Vorschlag von Ex-Chef der Sicherheitskonferenz

Frieden? Strack-Zimmermann macht gegen Ischinger Front

14.03.2023
Lesedauer: 2 Minuten
Der frühere Chef der Münchner Sicherheits-Konferenz, Wolfgang Ischinger, hat sich bei FDP-Politikerin Marie-Agnes Strack-Zimmermann unbeliebt gemacht. Fotos: picture alliance (2) / Flashpic | Jens Krick & Geisler-Fotopress | Sebastian Gabsch

Den Krieg in der Ukraine beenden? Auf keinen Fall sofort, so die Vorsitzende des Verteidigungsausschusses, Strack-Zimmermann. Sie nimmt nun Wolfgang Ischinger Maß.

MÜNCHEN/BERLIN. Mit scharfen Worten hat die Vorsitzende des Verteidigungsausschusses im Bundestag, Marie Agnes Strack-Zimmermann, (FDP) jegliche Vorbereitung möglicher Friedensverhandlungen für die Ukraine zurückgewiesen. Der frühere Vorsitzende der Münchner Sicherheitskonferenz, Wolfgang Ischinger, hatte das in Gespräch gebracht. Strack-Zimmermann entgegnete nun, das sei das „falsche Signal im falschen Moment“.

Jeder Gedanke daran geht der einflußreichen Politikerin zu weit: „Der Ruf nach Friedensverhandlungen zum jetzigen Zeitpunkt – auch wenn man sie wie Herr Ischinger erst einmal nur vorbereiten will – dient ganz und gar nicht der Ukraine noch der freien westlichen Welt“, sagte sie dem Tagesspiegel.

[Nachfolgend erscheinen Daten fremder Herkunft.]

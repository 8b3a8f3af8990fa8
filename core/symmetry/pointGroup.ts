import { groupRecipes, type GroupRecipe } from './groups/catalogue';
import { className } from './groups/className';
import { closeGroup, type GroupElements } from './groups/closure';
import { conjugacyClasses } from './groups/conjugacyClass';
import { operationKey, type Operation } from './groups/operation';
import { betheName } from './representations/bethe';
import { classCharacters, type Reality } from './representations/classCharacters';
import { mullikenStem, parityMark, type ParityMark } from './representations/names';

/** A class of operations; its spinor characters are those of `representative` as given (not of its bar). */
export interface OperationClass {
  /** `C3`, `C2'`, `S4`, `σd`; powers as `C5^2`. */
  readonly name: string;
  readonly representative: Operation;
  /** Members in the single group, for the class sizes of the usual tables. */
  readonly size: number;
}

export interface Irrep {
  /** `T2g`, `B1`, `E''`, and for half-integer spin `E1/2g`. */
  readonly mulliken: string;
  /** `G5`; null where the group has no numbering in use. */
  readonly bethe: string | null;
  readonly parity: ParityMark;
  readonly dimension: number;
  /** Degeneracy of a level: twice the dimension for a real spinor (Kramers), else the dimension. */
  readonly degeneracy: number;
  readonly spinor: boolean;
  readonly reality: Reality;
  /** One per class of the group, in its order. */
  readonly characters: readonly number[];
}

/** A point group with its double group, in the standard orientation of `groups/catalogue`. */
export interface PointGroup {
  readonly name: string;
  /** Order of the single group. */
  readonly order: number;
  readonly classes: readonly OperationClass[];
  /** Integer-spin representations first, g before u, ' before ''. Complex-conjugate pairs are joined. */
  readonly irreps: readonly Irrep[];
  /** Elements of the double group: `order` operations and as many barred ones. */
  readonly elements: GroupElements;
  /** Class of each element of the double group; `barred` where it is conjugate to the bar of the representative. */
  readonly classOf: readonly { readonly index: number; readonly barred: boolean }[];
  /** Index of an operation among the elements, undefined when the group lacks it. */
  readonly place: (operation: Operation) => number | undefined;
}

const cache = new Map<string, PointGroup>();

/** The group of that Schoenflies name (`Oh`, `D2d`, `C3v`). Throws on a name that is not in the catalogue. */
export function pointGroup(name: string): PointGroup {
  let group = cache.get(name);
  if (group === undefined) {
    const recipe = groupRecipes.find((each) => each.name === name);
    if (recipe === undefined) throw new RangeError(`no point group ${name} in the catalogue`);
    cache.set(name, (group = build(recipe)));
  }
  return group;
}

export const isPointGroupName = (name: string): boolean => groupRecipes.some((each) => each.name === name);
export const pointGroupNames = (): string[] => groupRecipes.map(({ name }) => name);

/** The irreducible representation of that Mulliken name. Throws when the group has none. */
export function irrepNamed(group: PointGroup, mulliken: string): Irrep {
  const found = group.irreps.find((each) => each.mulliken === mulliken);
  if (found === undefined) throw new RangeError(`${group.name} has no representation ${mulliken}`);
  return found;
}

function build(recipe: GroupRecipe): PointGroup {
  const elements = closeGroup(recipe.generators);
  const doubleClasses = conjugacyClasses(elements);
  const places = new Map(elements.elements.map((operation, index) => [operationKey(operation), index]));
  const place = (operation: Operation): number | undefined => places.get(operationKey(operation));
  const doubleClassOf = new Map(
    doubleClasses.flatMap(({ members }, c) => members.map((member) => [member, c] as const)),
  );

  // A class and its bar are one class of the single group; the one with the smaller turn stands for both.
  const classes: OperationClass[] = [];
  const standing: number[] = [];
  const classOf: { index: number; barred: boolean }[] = [];
  doubleClasses.forEach(({ members, holdsItsBar }, c) => {
    if (classOf[members[0]!] !== undefined) return;
    const operations = members.map((member) => elements.elements[member]!);
    const partner = doubleClassOf.get(elements.bar[members[0]!]!)!;
    const [kept, other] = operations[0]!.rotation[0] >= -1e-9 ? [c, partner] : [partner, c];
    for (const member of doubleClasses[other]!.members)
      classOf[member] = { index: classes.length, barred: true };
    for (const member of doubleClasses[kept]!.members)
      classOf[member] = { index: classes.length, barred: false };
    const representative = elements.elements[doubleClasses[kept]!.members[0]!]!;
    const name = className(representative, operations, recipe);
    classes.push({ name, representative, size: holdsItsBar ? members.length / 2 : members.length });
    standing.push(kept);
  });

  const all = classCharacters(elements, doubleClasses);
  const irreps = all.map((characters): Irrep => {
    const at = (operation: Operation): number | null => {
      const index = place(operation);
      return index === undefined ? null : characters.characters[doubleClassOf.get(index)!]!;
    };
    const { dimension, spinor, reality } = characters;
    const mark = parityMark(dimension, at, spinor);
    const stem = mullikenStem(characters, at, recipe, all);
    return {
      mulliken: stem + mark,
      bethe: betheName(recipe.name, mark.startsWith("'") ? stem + mark : stem),
      parity: mark,
      dimension,
      degeneracy: spinor && reality === 'real' ? 2 * dimension : dimension,
      spinor,
      reality,
      characters: standing.map((c) => characters.characters[c]!),
    };
  });
  irreps.sort((a, b) => sortKey(a).localeCompare(sortKey(b), 'en'));
  const order = elements.elements.length / 2;
  return { name: recipe.name, order, classes, irreps, elements, classOf, place };
}

const parityOrder: Readonly<Record<ParityMark, number>> = { '': 0, g: 0, u: 1, "'": 0, "''": 1 };
const sortKey = ({ spinor, parity, mulliken }: Irrep): string =>
  `${Number(spinor)}${parityOrder[parity]}${mulliken.replaceAll(/[gu']/g, '')}`;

Ischinger: „Wo soll das enden?“

Ischinger hatte moniert, daß sich der Westen einschließlich der Bundesregierung gegenüber Befürwortern baldiger Waffenstillstandgespräche „eine völlig überflüssige Blöße“ gebe, „wenn auf die verständliche Frage nach einer Friedensinitiative immer wieder die stereotype Antwort kommt, die Voraussetzungen für Verhandlungen seien bis auf Weiteres nicht gegeben“. Er stellte die rhetorische Frage: „Also nur Krieg und Waffenlieferungen – wo soll das enden?“

Strack-Zimmermann: Ischinger ist kontraproduktiv

Man müsse den Menschen und auch den Kritikern der Kriegspolitik eine diplomatische Perspektive aufzeigen, hatte Ischinger argumentiert. Strack-Zimmermann, die auch schon mal einen Café-Gast als „Arschloch“ beleidigte, erwiderte: Wir sollten uns nicht von den Wagenknechts dieser Welt treiben lassen, der klare politische Kompaß sollte die Richtung vorgeben.“ Ischingers Beitrag nannte sie einen kontraproduktiven Vorschlag.

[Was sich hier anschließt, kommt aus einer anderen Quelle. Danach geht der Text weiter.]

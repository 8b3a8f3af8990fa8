import { symmetricEigensystem, symmetricEigenvalues, type Eigensystem } from '../../numerics/eigen/symmetric';
import { type CubicBlock } from './cubicBlocks';

/**
 * The Hamiltonian of one block, row-major. `splitting` is E(e) − E(t2): 10Dq in an octahedral field, −10Dq in a
 * tetrahedral one. The centre of gravity of the one-electron levels is zero.
 */
export function blockHamiltonian(
  block: CubicBlock,
  electrons: number,
  splitting: number,
  B: number,
  C: number,
  alpha = 0,
): Float64Array {
  const { size, repulsionB, repulsionC, orbitalSquare, eCount } = block;
  const matrix = new Float64Array(size * size);
  for (let i = 0; i < size * size; i++) matrix[i] = B * repulsionB[i]! + C * repulsionC[i]!;
  if (alpha !== 0) for (let i = 0; i < size * size; i++) matrix[i]! += alpha * orbitalSquare[i]!;
  for (let i = 0; i < size; i++) matrix[i * size + i]! += splitting * (eCount[i]! - 0.4 * electrons);
  return matrix;
}

export function blockEnergies(
  block: CubicBlock,
  electrons: number,
  splitting: number,
  B: number,
  C: number,
): Float64Array {
  return symmetricEigenvalues(blockHamiltonian(block, electrons, splitting, B, C), block.size);
}

export function blockStates(
  block: CubicBlock,
  electrons: number,
  splitting: number,
  B: number,
  C: number,
  alpha = 0,
): Eigensystem {
  return symmetricEigensystem(blockHamiltonian(block, electrons, splitting, B, C, alpha), block.size);
}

Der frühere Chef der Sicherheitskonferenz hatte zum Ärger Strack-Zimmermanns auch vorgeschlagen, Deutschland solle gemeinsam mit den USA, Großbritannien und Frankreich den engsten Kern einer Kontaktgruppe bilden, die später in Friedensverhandlungen einbezogen werden könnte. (fh)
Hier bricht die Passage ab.